Here’s another odd one:

Candidates may be released from the program spending limits if the opposition and independent expenditures go beyond the program spending limits.

Weird. So if Jon Grant is running for the at large Council seat and his opponent raises $500,000, Grant can raise as much money as he wants. Does he keep the vouchers? Does he have to give them back? I thought that was the idea, “to get money out of politics!”

And that brings me to my main point: the purpose of the vouchers is to, well, I can’t quite get a straight answer out of advocates for the program like the Sightline Institute other than some version of, “It means less money in politics.” But does it? That’s still a lot of money. And is the idea, too, that we would get more involvement so we’d get better people running for office — people that might have, you know, unpopular views. You’d think.
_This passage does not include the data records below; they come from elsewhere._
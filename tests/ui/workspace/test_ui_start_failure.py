"""When Qt cannot start the window, Slackline names the missing libraries (found as the
loader finds them) and exits with code 2, rather than leaving Qt's hint alone and aborting."""

import os
import shutil
import subprocess
import sys
from pathlib import Path

import pytest

from workbench import syslibs

pytestmark = pytest.mark.skipif(not sys.platform.startswith("linux") or shutil.which("ldd") is None,
                                reason="Linux platform plugins, ldd")


def launch(tmp_path, **env):
    base = {k: v for k, v in os.environ.items() if not k.startswith("QT_")}
    base.update(SLACKLINE_DATA_DIR=str(tmp_path / "data"), HOME=str(tmp_path / "home"),
                XDG_CONFIG_HOME=str(tmp_path / "config"), SLACKLINE_MULTI_INSTANCE="1",
                QT_QPA_PLATFORM="xcb", **env)
    return subprocess.run([sys.executable, "-m", "workbench"], capture_output=True, text=True,
                          env=base, timeout=120, cwd=tmp_path)


def doctored_plugin(tmp_path) -> Path:
    """A copy of the xcb plugin that needs a library no system has (one needed name
    renamed in place), beside a link to PySide6's own Qt libraries so that only that
    one is missing."""
    real = syslibs.plugin_file("xcb")
    if real is None:
        pytest.skip("no xcb platform plugin installed")
    data = real.read_bytes()
    if b"libxcb-icccm.so.4\0" not in data:
        pytest.skip("this xcb plugin does not link libxcb-icccm")
    folder = tmp_path / "qt" / "plugins" / "platforms"
    folder.mkdir(parents=True)
    (tmp_path / "qt" / "lib").symlink_to(real.parent.parent.parent / "lib")
    copy = folder / real.name
    copy.write_bytes(data.replace(b"libxcb-icccm.so.4\0", b"libxcb-iccqm.so.4\0"))
    return folder


def test_a_missing_library_is_named_with_its_package(tmp_path):
    folder = doctored_plugin(tmp_path)
    # a machine may lack some of the real plugin's libraries too: those are named as well
    already = syslibs.missing_libraries(syslibs.plugin_file("xcb"))
    missing = syslibs.missing_libraries(folder / "libqxcb.so")
    assert "libxcb-iccqm.so.4" in missing and sorted(set(missing) - {"libxcb-iccqm.so.4"}) == sorted(already)
    done = launch(tmp_path, QT_QPA_PLATFORM_PLUGIN_PATH=str(folder), DISPLAY=":0")
    assert done.returncode == 2, done.stderr
    assert "Could not load the Qt platform plugin" in done.stderr      # Qt's own words stay
    named = done.stderr.split("Missing system libraries: ", 1)[1].split("\n", 1)[0]
    assert "libxcb-iccqm.so.4" in named
    if syslibs.system_family() == "debian":
        assert "apt-get install -y --no-install-recommends" in done.stderr and "libxcb-iccqm4" in done.stderr
    assert "Traceback" not in done.stderr


def test_no_display_is_said_plainly(tmp_path):
    if any(syslibs.missing_for_window({"QT_QPA_PLATFORM": "xcb"}).values()):
        pytest.skip("this machine lacks some of the xcb plugin's libraries")
    done = launch(tmp_path, DISPLAY=":93")
    assert done.returncode == 2, done.stderr
    assert "no display to show it on :93" in done.stderr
But here’s what a socialist told me about the program and whether it would help Jon Grant, a proponent of rent control and a host of other, really bad, but really popular, housing policies:

It solves the problem of needing large sums of money to run for office, and yes, I think it will benefit people I support.

And at last report that seems like exactly what’s happening, Grant is already up to $50,000 in democracy vouchers. The socialists and everyone in town who advocates for growth moratoriums and height limits, are against microhousing, and for taxing new housing will be rushing to give Grant their vouchers. Good work Sightline Institute. I really don’t get it. I think that supporters like Sightline will be in real trouble with urbanists and the housing community when Grant’s win is attributed, in part, to democracy vouchers.
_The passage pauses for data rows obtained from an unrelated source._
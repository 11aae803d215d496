"""A plan double-clicked while the window has unsaved changes: the second launch hands it
over, the window asks about the changes, and whatever the answer it opens the plan (it
once crashed here). Run in a child process, as the real thing is, so a crash is seen as
one."""

import os
import subprocess
import sys
from pathlib import Path

import pytest

from support.ui import sample_plan
from workbench.io.planfile import load_plan, save_plan
from workbench.ui.workspace.lock import lock_path

DRIVER = Path(__file__).resolve().parents[2] / "support" / "handover_run.py"


@pytest.mark.parametrize("answer", ["Don't Save", "Save"])
def test_double_click_with_unsaved_changes_opens_the_other_plan(tmp_path, answer):
    save_plan(sample_plan(), tmp_path / "one.slw")
    save_plan(sample_plan(), tmp_path / "other.slw")
    env = {**os.environ, "QT_QPA_PLATFORM": "offscreen",
           "PYTHONPATH": os.pathsep.join([str(DRIVER.parent.parent), os.environ.get("PYTHONPATH", "")])}
    done = subprocess.run([sys.executable, str(DRIVER), str(tmp_path), answer], capture_output=True,
                          text=True, timeout=120, env=env)
    assert done.returncode == 0, f"exit {done.returncode}\n{done.stdout}\n{done.stderr[-2000:]}"
    assert "second launch exited 0" in done.stdout      # it handed over and left
    assert "OPENED" in done.stdout and "exit 0" in done.stdout
    assert not Path(lock_path(str(tmp_path / "one.slw"))).exists()
    assert not Path(lock_path(str(tmp_path / "other.slw"))).exists()
    names = [a.name for a in load_plan(tmp_path / "one.slw").activities]
    assert ("Edited before the double-click" in names) == (answer == "Save")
Also, and this is another reason why sometime smart people shouldn’t be left alone with legislation, this is a form of price control for campaign spending. The guys at Sightline seem to be saying, just like advocates for rent control, the price is just too high! Let’s put a limit on spending. But what does campaign money fund? Communication, and for a pro market person to stand up to the people that will be supporting Grant, is going to take money to make that case to people on the fence.

And vouchers will create inflation of campaign costs. When consultants and mail houses realize there is a set universe of dollars, they are going to charge more for their work, knowing there won’t be more money raised in the future. And instead of chasing dollars, candidates will be chasing vouchers.

fullsizerender

A great business idea would be a service that charged 10 percent on all vouchers wrangled for the candidate. This is almost inevitable. Do you get it? By limiting expenditures you’re not limiting corruption or greed, you’re making it harder for views that are good economics but unpopular from getting a fair hearing. That makes no sense. If anything, we need more money in politics, and that’s why a matching funds program would make a lot more sense.
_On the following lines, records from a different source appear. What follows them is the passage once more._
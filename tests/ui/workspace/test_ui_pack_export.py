"""File ▸ Export Approval Pack from the window: the pack matches the screen, progress can
cancel without touching an earlier pack, bad cases are named, the PDF is opened."""

import re

import pytest
from pypdf import PdfReader

from support.ui import sample_plan, ui_env, window  # noqa: F401 (fixtures)
from workbench.core.montecarlo import simulate
from workbench.figures.odds import format_probability
from workbench.ui.workspace import pack_export


def _text(path) -> str:
    reader = PdfReader(str(path))
    return re.sub(r"\s+", " ", " ".join(page.extract_text() or "" for page in reader.pages))


def test_the_pack_uses_the_simulation_on_screen_and_opens(window, ui_env, tmp_path):
    target = tmp_path / "refit pack"                       # no suffix: .pdf is added
    ui_env.replies.update({"ask_save_path": str(target), "open_externally": True})
    result = simulate(window.session.plan, 800, seed=11)
    window.session.set_simulation(result)
    window.menu_actions["export_pack"].trigger()
    written = tmp_path / "refit pack.pdf"
    assert written.is_file()
    assert ("open_externally", (window, str(written))) in ui_env.asked
    text = _text(written)
    assert "seed 11" in text
    by_deadline = window.session.analysis.deadline
    assert format_probability(float((result.finish <= by_deadline + 1e-9).mean())) in text
    assert "Approval pack written" in window.statusBar().currentMessage()


def test_without_a_simulation_the_odds_views_seed_and_iterations_are_used(window, ui_env, tmp_path, monkeypatch):
    ui_env.replies.update({"ask_save_path": str(tmp_path / "p.pdf"), "open_externally": True})
    monkeypatch.setattr(pack_export, "run_settings", lambda w: (400, 77))
    assert window.session.simulation is None
    assert pack_export.export_pack(window) == str(tmp_path / "p.pdf")
    assert "seed 77" in _text(tmp_path / "p.pdf")


def test_the_odds_views_controls_give_the_run_settings(window):
    view = window.view("Odds")
    view.controls.iterations.setValue(2500)
    view.controls.seed.setValue(31)
    assert pack_export.run_settings(window) == (2500, 31)


def test_cancel_writes_nothing_and_keeps_an_earlier_pack(window, ui_env, tmp_path, monkeypatch):
    folder = tmp_path / "packs"
    folder.mkdir()
    earlier = folder / "pack.pdf"
    earlier.write_bytes(b"%PDF-1.4 an earlier, signed pack")
    ui_env.replies.update({"ask_save_path": str(earlier)})
    monkeypatch.setattr(pack_export.QProgressDialog, "wasCanceled", lambda self: True)
    assert pack_export.export_pack(window) is None
    assert earlier.read_bytes() == b"%PDF-1.4 an earlier, signed pack"
    assert [p.name for p in folder.iterdir()] == ["pack.pdf"]              # no part file left
    assert "open_externally" not in ui_env.names()
    assert "cancelled" in window.statusBar().currentMessage()


def test_an_unschedulable_plan_is_named_and_nothing_is_asked(window, ui_env, monkeypatch):
    # edits that would make a loop are refused; a file can still bring an unschedulable plan
    monkeypatch.setattr(window.session, "analysis", None)
    monkeypatch.setattr(window.session, "analysis_error", "the links make a loop: S → E → S")
    ui_env.replies.update({"show_error": None})
    assert pack_export.export_pack(window) is None
    (name, args), = [(n, a) for n, a in ui_env.asked if n == "show_error"]
    assert "cannot be scheduled" in args[2] and "ask_save_path" not in ui_env.names()


def test_an_unwritable_place_is_named(window, ui_env, tmp_path):
    target = tmp_path / "no such folder" / "pack.pdf"
    ui_env.replies.update({"ask_save_path": str(target), "show_error": None})
    assert pack_export.export_pack(window) is None
    message = [a for n, a in ui_env.asked if n == "show_error"][0][2]
    assert "no such folder" in message and not target.exists()


@pytest.mark.parametrize("answer", [None, ""])
def test_no_path_chosen_does_nothing(window, ui_env, answer):
    ui_env.replies.update({"ask_save_path": answer})
    assert pack_export.export_pack(window) is None
    assert ui_env.names() == ["ask_save_path"]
But sometimes feeling passes for cleverness and long term thinking about democracy and how it works. When Congresswoman Pramila Jaypal took to the floor of the Congress she protested the election of Donald Trump as electoral votes were counted. She was gaveled down by Vice President Joe Biden. About 5 minutes later I got this in my e-mail in box:

jaypal-cash

I pointed out that Jaypal’s stunt was intended to get her attention but also to raise money. She probably raised a lot. I said, “She’s fitting right in” when I posted this to Facebook. To which one of her supporters responded:

I’ve got no problem with her raising money. I have a problem with it being necessary.

Yeah, me too. And rent. I’ve got no problem with people working to pay rent, but I have a problem with it being necessary. It’s unfortunate that we’re wasting $3,000,000 tax payer dollars on a gimmick that is likely to get someone antithetical to our agenda elected while doing absolutely nothing to benefit democracy. Once again, instead of taking the obvious root of increasing the supply of money to engage in democratic communication, Sightline and others have tried to limit supply. Hardly democratic.